Thursday 6 January 2011

Thank God for Wood Yards.

So I can buy a 2 terabyte hard drive from ebuyer for £69.99, proof technology may change but not 9.99 price points. And this is enough to store 500,000 songs, which will take on average 1.5 million minutes to play. At eight hours solid listening per day that would take up nine years of my life. The equivalent LP record collection would be 180 meters long and weigh approximately 3.5 metric tons. As CDs the volume and weight would be roughly the same but I would need a bicycle to travel the 400 meters from one end to the other. In my youth my record collection at its height was less than a meter but they were chosen and cherished, individual packets of sonic delight that I sat down and listened to. We are apparently spoilt by choice, we lose functionality, get moribund with confusion. ‘Which out of my 500,000 will I play next?’ It doesn’t happen, I just let on one marginally less unappealing than the rest. I don’t listen to it with an oooh of pleasure, just dum-di-dum along to it as a sort of half remembered reassuring presence like a wall. My 2 terabyte record collection has become lift music in a high rise to outer space. My TV has become the window. I am somehow being lulled into suspended animation, forever on route to somewhere I can’t arrive at. 

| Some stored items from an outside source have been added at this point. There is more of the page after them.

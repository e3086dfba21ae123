package org.specimenledger.reliability;

import java.sql.Connection;
import java.sql.ResultSet;
import java.sql.SQLException;
import java.sql.Statement;
import java.util.ArrayList;
import java.util.LinkedHashMap;
import java.util.List;
import java.util.Map;
import javax.sql.DataSource;

/**
 * Exact row counts of every table in the schema, in one query, to show that a refused request left nothing
 * behind. {@code ledger_checkpoint} is left out: the scheduler may add a signed checkpoint at any moment
 * (it writes no audit event), which says nothing about the request under test.
 */
final class StoredRows {

    private static final List<String> NOT_COUNTED = List.of("ledger_checkpoint", "flyway_schema_history");

    private final DataSource dataSource;
    private final String query;

    StoredRows(DataSource dataSource) {
        this.dataSource = dataSource;
        List<String> parts = new ArrayList<>();
        for (String table : tables()) {
            parts.add("select '" + table + "' as t, count(*) as n from \"" + table + "\"");
        }
        this.query = String.join(" union all ", parts);
    }

    private List<String> tables() {
        List<String> out = new ArrayList<>();
        try (Connection c = dataSource.getConnection(); Statement s = c.createStatement();
                ResultSet r = s.executeQuery("select table_name from information_schema.tables "
                        + "where table_schema = current_schema() and table_type = 'BASE TABLE' order by 1")) {
            while (r.next()) {
                if (!NOT_COUNTED.contains(r.getString(1))) {
                    out.add(r.getString(1));
                }
            }
        } catch (SQLException e) {
            throw new IllegalStateException(e);
        }
        return out;
    }

    /** {table → rows}, in table order. */
    Map<String, Long> count() {
        Map<String, Long> out = new LinkedHashMap<>();
        try (Connection c = dataSource.getConnection(); Statement s = c.createStatement();
                ResultSet r = s.executeQuery(query)) {
            while (r.next()) {
                out.put(r.getString(1), r.getLong(2));
            }
        } catch (SQLException e) {
            throw new IllegalStateException(e);
        }
        return out;
    }

    /** The tables whose counts differ, as "table: before → after". */
    static List<String> changed(Map<String, Long> before, Map<String, Long> after) {
        List<String> out = new ArrayList<>();
        for (Map.Entry<String, Long> e : after.entrySet()) {
            Long was = before.get(e.getKey());
            if (!e.getValue().equals(was)) {
                out.add(e.getKey() + ": " + was + " → " + e.getValue());
            }
        }
        return out;
    }
}
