package org.specimenledger;

import static com.tngtech.archunit.lang.syntax.ArchRuleDefinition.classes;
import static com.tngtech.archunit.lang.syntax.ArchRuleDefinition.methods;
import static com.tngtech.archunit.library.dependencies.SlicesRuleDefinition.slices;

import com.tngtech.archunit.core.domain.JavaClass;
import com.tngtech.archunit.core.importer.ImportOption;
import com.tngtech.archunit.junit.AnalyzeClasses;
import com.tngtech.archunit.junit.ArchTest;
import com.tngtech.archunit.lang.ArchCondition;
import com.tngtech.archunit.lang.ArchRule;
import com.tngtech.archunit.lang.ConditionEvents;
import com.tngtech.archunit.lang.SimpleConditionEvent;
import jakarta.persistence.Embeddable;
import jakarta.persistence.Entity;
import org.springframework.data.repository.Repository;
import org.springframework.security.access.prepost.PreAuthorize;
import org.springframework.web.bind.annotation.RequestMapping;

/**
 * The shape of the code, checked on every build: a pure computation core, features that do not reach
 * into each other's storage, no cycles between features, and no endpoint without a declared role.
 */
@AnalyzeClasses(packages = "org.specimenledger", importOptions = ImportOption.DoNotIncludeTests.class)
class ArchitectureTest {

    /** Curve reading and analysis use the JDK and one number parser, nothing else: no Spring, JPA, servlet, JSON. */
    @ArchTest
    static final ArchRule coreIsPure = classes().that()
            .resideInAnyPackage("org.specimenledger.curve..", "org.specimenledger.analysis..")
            .should().onlyDependOnClassesThat().resideInAnyPackage(
                    "java..", "ch.randelshofer.fastdoubleparser..",
                    "org.specimenledger.curve..", "org.specimenledger.analysis..")
            .allowEmptyShould(true);

    /** One feature refers to another through its public API, and the dependencies form no cycle. */
    @ArchTest
    static final ArchRule featuresHaveNoCycles = slices().matching("org.specimenledger.(*)..")
            .should().beFreeOfCycles();

    /** Entities, embeddables and repositories are a feature's internals: only its own package touches them. */
    @ArchTest
    static final ArchRule storageStaysInsideItsFeature = classes().that().areAnnotatedWith(Entity.class)
            .or().areAnnotatedWith(Embeddable.class)
            .or().areAssignableTo(Repository.class)
            .should(beUsedOnlyFromTheirOwnPackage());

    /** Every endpoint names the roles allowed to call it; a forgotten one fails here, not in production. */
    @ArchTest
    static final ArchRule everyEndpointDeclaresItsRoles = methods().that().areMetaAnnotatedWith(RequestMapping.class)
            .or().areAnnotatedWith(RequestMapping.class)
            .should().beAnnotatedWith(PreAuthorize.class);

    private static ArchCondition<JavaClass> beUsedOnlyFromTheirOwnPackage() {
        return new ArchCondition<>("be used only from their own package") {
            @Override
            public void check(JavaClass target, ConditionEvents events) {
                target.getDirectDependenciesToSelf().forEach(dependency -> {
                    JavaClass origin = dependency.getOriginClass();
                    if (!origin.getPackageName().equals(target.getPackageName())) {
                        events.add(SimpleConditionEvent.violated(dependency, dependency.getDescription()));
                    }
                });
            }
        };
    }

}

Now health and safety may at first sight seem unrelated to my gigantic record collection but cycling round it in my perpetual space ship has its dangers. The library of legislation designed to protect me results in restricting me from much activity. It contains me in my survival pod of consumer employment. One only has to imagine Lord Sainsbury sponsoring a bill, based on government statistics of  home deaths by eating, that private cooking be banned. How could one argue with such good intentions? That Sainsburys profits would go up is merely a side effect. Which brings me to the third layer of my cocoon. Whilst I can buy products my access to raw materials is dwindling. Maybe soon we’ll only be able to buy carrots, pre washed, pealed and diced for easy assembly, as part of hobby kit for those with an interest in the ancient art of cooking. So as my lift ascends past the stratosphere I can still thank God for wood yards.